Sal Santoro of Half Hollow Hills makes a save against...

Sal Santoro of Half Hollow Hills makes a save against Huntington during a Suffolk Division I boys lacrosse game at Huntington on Monday. Credit: David Meisenholder

Half Hollow Hills goalie Sal Santoro is nicknamed “Marinara,” and his lacrosse stick is his wooden spoon. On Monday, he was the not-so-secret sauce in Hills’ 16-7 Suffolk I road win over Huntington that kept his team undefeated.

Hills earned its 15th consecutive win with plenty of help from its junior goalie, who had 18 saves. That included five stops in the final six minutes of the game to silence a Huntington team that never quit.

Santoro and Hills’ defense held Huntington to its first single-digit scoring game since April 2. Hills (15-0, 13-0) constantly forced Huntington to try longer shots, which didn’t have much of a chance against a goalie of Santoro’s talents.

Long-stick midfielder Joe Filardi and defenseman Jake Casamento were absolute hounds on the ball, headlining a defensive effort aided by nonstop communication and intensity, which seemed to shift from player to player depending on where the ball was.

“We talk after every game, after every goal about what happened,” Santoro said. “Even when the offense scores, we talk about what happened so we know what led to the goal.”

Hills’ offense remained on the hot streak it began in April, scoring at least 16 goals in six of its last seven games. Attack Zach Marco led the charge Monday, scoring four of his five goals in the first half. He finished with three assists.

Between Marco and attack James Bruno’s seven points (four goals and three assists), Hills presented Huntington a pick-your-poison approach. Overcommit to one and it will find the other. Hills also can swing the ball to UNC commit Anthony Raio, who had four goals and two assists and leads Long Island with 64 goals. Or Hills can leave it in the stick of junior midfielder Luke Bradley, who had four first-half assists.

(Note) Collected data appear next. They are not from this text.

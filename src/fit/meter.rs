//! What is measured of a corridor, in which unit, how well; and where its channels are.

use crate::{
    config::MeasurementSettings,
    feed::{Channels, End, Point, Quality, Quantity, Reading, Slot, Snapshot},
    grid::{BankIndex, BusIndex, Circuit, Corridor, three_phase_mva},
};

/// Four per bus, then four per circuit: position in every list of measurements.
pub(super) type Meter = usize;

/// What questionable readings and assumed loads have in standard deviations of a good one.
const WIDER: f64 = 3.0;

/// A corridor's measurements and channels.
#[derive(Debug, Clone)]
pub(super) struct Meters {
    buses: usize,
    pub slots: Vec<Slot>,
    /// Reading in one internal unit: nominal kV, degrees in a radian, 1 for powers.
    unit: Vec<f64>,
    /// Standard deviation, internal units.
    sigma: Vec<f64>,
    pub closed: Vec<Slot>,
    pub inserted: Vec<Vec<Slot>>,
    pub stored_energy: [Slot; 2],
}

/// The usable reading of a channel, whatever the snapshot holds.
pub(super) fn usable(snapshot: &Snapshot, slot: Slot) -> Option<Reading> {
    let reading = snapshot.readings.get(slot).copied().flatten()?;
    (reading.quality != Quality::Invalid && reading.value.is_finite()).then_some(reading)
}

/// Size against which a circuit's power is metered, MVA: thermal; without a rating its surge impedance loading; without
/// charging a tenth of what it carries at 90°.
fn rated_mva(circuit: &Circuit, nominal_kv: f64) -> f64 {
    match circuit.rating_a {
        Some(rating_a) => three_phase_mva(nominal_kv, rating_a),
        None => circuit
            .line
            .surge_impedance_loading_mw(nominal_kv)
            .unwrap_or_else(|| 0.1 * nominal_kv * nominal_kv / circuit.line.totals().x_ohm),
    }
}

impl Meters {
    pub fn new(corridor: &Corridor, channels: &Channels, settings: &MeasurementSettings) -> Self {
        use Quantity::{Active, Reactive};
        let buses = corridor.buses.len();
        let slot = |point| channels.slot(corridor, point);
        let (mut slots, mut unit, mut sigma) = (Vec::new(), Vec::new(), Vec::new());
        let power_sigma = |circuit: &Circuit| {
            0.01 * settings.power_sigma_pct * rated_mva(circuit, corridor.buses[circuit.between[0]].nominal_kv)
        };
        for (index, bus) in corridor.buses.iter().enumerate() {
            let points =
                [Point::Kv(index), Point::Deg(index), Point::Load(index, Active), Point::Load(index, Reactive)];
            slots.extend(points.map(slot));
            unit.extend([bus.nominal_kv, 1f64.to_degrees(), 1.0, 1.0]);
            let circuits = corridor.circuits.iter().filter(|c| c.between.contains(&index));
            let load_sigma = circuits.map(power_sigma).fold(f64::MIN_POSITIVE, f64::max);
            let angle_sigma = settings.angle_sigma_deg.to_radians();
            sigma.extend([0.01 * settings.kv_sigma_pct, angle_sigma, load_sigma, load_sigma]);
        }
        for (index, circuit) in corridor.circuits.iter().enumerate() {
            for end in [End::From, End::To] {
                slots.extend([Active, Reactive].map(|quantity| slot(Point::Flow(index, end, quantity))));
            }
            unit.extend([1.0; 4]);
            sigma.extend([power_sigma(circuit); 4]);
        }
        let circuits = 0..corridor.circuits.len();
        let banks = |circuit: usize| 0..corridor.circuits[circuit].banks.len();
        let inserted =
            |circuit| banks(circuit).map(|bank| slot(Point::Inserted(BankIndex { circuit, bank }))).collect();
        Self {
            buses,
            slots,
            unit,
            sigma,
            closed: circuits.clone().map(|circuit| slot(Point::Closed(circuit))).collect(),
            inserted: circuits.map(inserted).collect(),
            stored_energy: [0, 1].map(|side| slot(Point::StoredEnergy(side))),
        }
    }

    pub fn len(&self) -> usize {
        self.slots.len()
    }

    pub fn kv(bus: BusIndex) -> Meter {
        4 * bus
    }

    pub fn deg(bus: BusIndex) -> Meter {
        4 * bus + 1
    }

    /// MW, then Mvar drawn.
    pub fn load(bus: BusIndex) -> [Meter; 2] {
        [4 * bus + 2, 4 * bus + 3]
    }

    /// MW and Mvar at the first bus, MW and Mvar at the second.
    pub fn flow(&self, circuit: usize) -> [Meter; 4] {
        [0, 1, 2, 3].map(|k| 4 * (self.buses + circuit) + k)
    }

    /// Values in internal units, and one over their standard deviations: 0 where there is no usable value.
    pub fn read(&self, snapshot: &Snapshot, z: &mut Vec<f64>, w: &mut Vec<f64>) {
        z.clear();
        w.clear();
        for ((&slot, unit), sigma) in self.slots.iter().zip(&self.unit).zip(&self.sigma) {
            let (value, weight) = usable(snapshot, slot).map_or((0.0, 0.0), |reading| {
                let wider = if reading.quality == Quality::Questionable { WIDER } else { 1.0 };
                (reading.value / unit, 1.0 / (wider * sigma))
            });
            z.push(value);
            w.push(weight);
        }
    }

    /// Standard deviation of a measurement in its channel's unit.
    pub fn sigma(&self, meter: Meter) -> f64 {
        self.sigma[meter] * self.unit[meter]
    }

    /// Weight of a load that is assumed, not measured.
    pub fn assumed_weight(&self, load: Meter) -> f64 {
        1.0 / (WIDER * self.sigma[load])
    }
}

Hills’ quick and decisive ball movement made it nearly impossible to guard every angle with a constantly shifting point of attack.

“We have a lot of trust in each other,” Marco said. “It’s a team offense this year, everyone has a role . . . It’s been built upon over the years, and I think that’s why we’ve been successful.”

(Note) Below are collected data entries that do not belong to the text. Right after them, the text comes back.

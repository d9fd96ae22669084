//! A review for a spreadsheet: one row for each corridor and UTC day.

use std::io::{self, Write};

use chrono::SecondsFormat;

use super::{Paper, compare::STATES};
use crate::review::{Brief, DayFigures};

const DAY: [&str; 4] = ["date", "corridor", "beginning", "frames"];
/// Those of a corridor as it was; as it would have been, `if_` is before each.
const BRIEF: [&str; 18] = [
    "data_minutes",
    "ample_minutes",
    "thin_minutes",
    "spent_minutes",
    "blind_minutes",
    "no_balance_minutes",
    "transfer_low_mw",
    "transfer_mean_mw",
    "transfer_high_mw",
    "least_headroom_mw",
    "least_headroom_sd_mw",
    "least_time",
    "least_transfer_mw",
    "least_outage",
    "least_criterion",
    "headroom_held_50_pct_mw",
    "headroom_held_95_pct_mw",
    "alarms",
];

/// Writes it. Times are UTC; an empty cell is a value that does not exist.
pub fn write(paper: &Paper, to: impl Write) -> io::Result<()> {
    let compared = paper.review.corridors.iter().any(|corridor| corridor.what_if.is_some());
    let mut csv = ::csv::Writer::from_writer(to);
    let would = BRIEF.iter().filter(|_| compared).map(|column| format!("if_{column}"));
    csv.write_record(DAY.iter().chain(&BRIEF).map(|column| (*column).to_owned()).chain(would))?;
    for day in &paper.review.days {
        for (corridor, (was, would)) in paper.review.corridors.iter().zip(&day.corridors) {
            let mut record = first_cells(day, &corridor.corridor);
            record.extend(cells(was));
            match would {
                Some(would) => record.extend(cells(would)),
                None if compared => record.extend(BRIEF.map(|_| String::new())),
                None => {}
            }
            csv.write_record(record)?;
        }
    }
    csv.flush()
}

fn first_cells(day: &DayFigures, corridor: &str) -> Vec<String> {
    vec![day.date.to_string(), word(corridor), day.beginning.word().into(), day.frames.to_string()]
}

fn cells(brief: &Brief) -> [String; BRIEF.len()] {
    let minutes = |ms: i64| (ms as f64 / 60_000.0).to_string();
    let number = |value: Option<f64>| value.map_or(String::new(), |value| value.to_string());
    let [ample, thin, spent, blind] = STATES.map(|state| minutes(brief.state_ms.ms(&state)));
    let [low, high] = [0, 1].map(|end| number(brief.transfer_mw.map(|ends| ends[end])));
    let least = brief.least.as_ref();
    let binding = least.and_then(|least| least.binding.as_ref());
    let [median, mostly] = brief.held_mw.map(|held| number(held.map(f64::from)));
    [
        minutes(brief.state_ms.total_ms()),
        ample,
        thin,
        spent,
        blind,
        minutes(brief.unbalanced_ms),
        low,
        number(brief.mean_transfer_mw),
        high,
        number(least.map(|least| least.headroom_mw)),
        number(least.and_then(|least| least.headroom_sd_mw)),
        least.map_or(String::new(), |least| least.time.to_rfc3339_opts(SecondsFormat::AutoSi, true)),
        number(least.and_then(|least| least.transfer_mw)),
        binding.and_then(|binding| binding.outage.as_deref()).map_or(String::new(), word),
        binding.map_or(String::new(), |binding| binding.criterion.word().into()),
        median,
        mostly,
        brief.alarms.to_string(),
    ]
}

/// A name that no spreadsheet takes for a formula.
fn word(text: &str) -> String {
    if text.starts_with(['=', '+', '-', '@', '\t', '\r']) { format!("'{text}") } else { text.to_owned() }
}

Even with wins over strong teams in Huntington (11-4, 9-4) and Ward Melville, Hills isn’t quite through the gantlet yet. There’s still the regular-season finale against Northport on Wednesday.

Santoro and Marco know the recipe for success is just staying the course.

“Each game has been another win,” Santoro said. “It just sets up the next step for Northport. It’s the final [step] to ending 16-0.”

“I think we have the team to do it,” Marco added. “We have faceoffs, offense, defense. We just have to keep building through it.”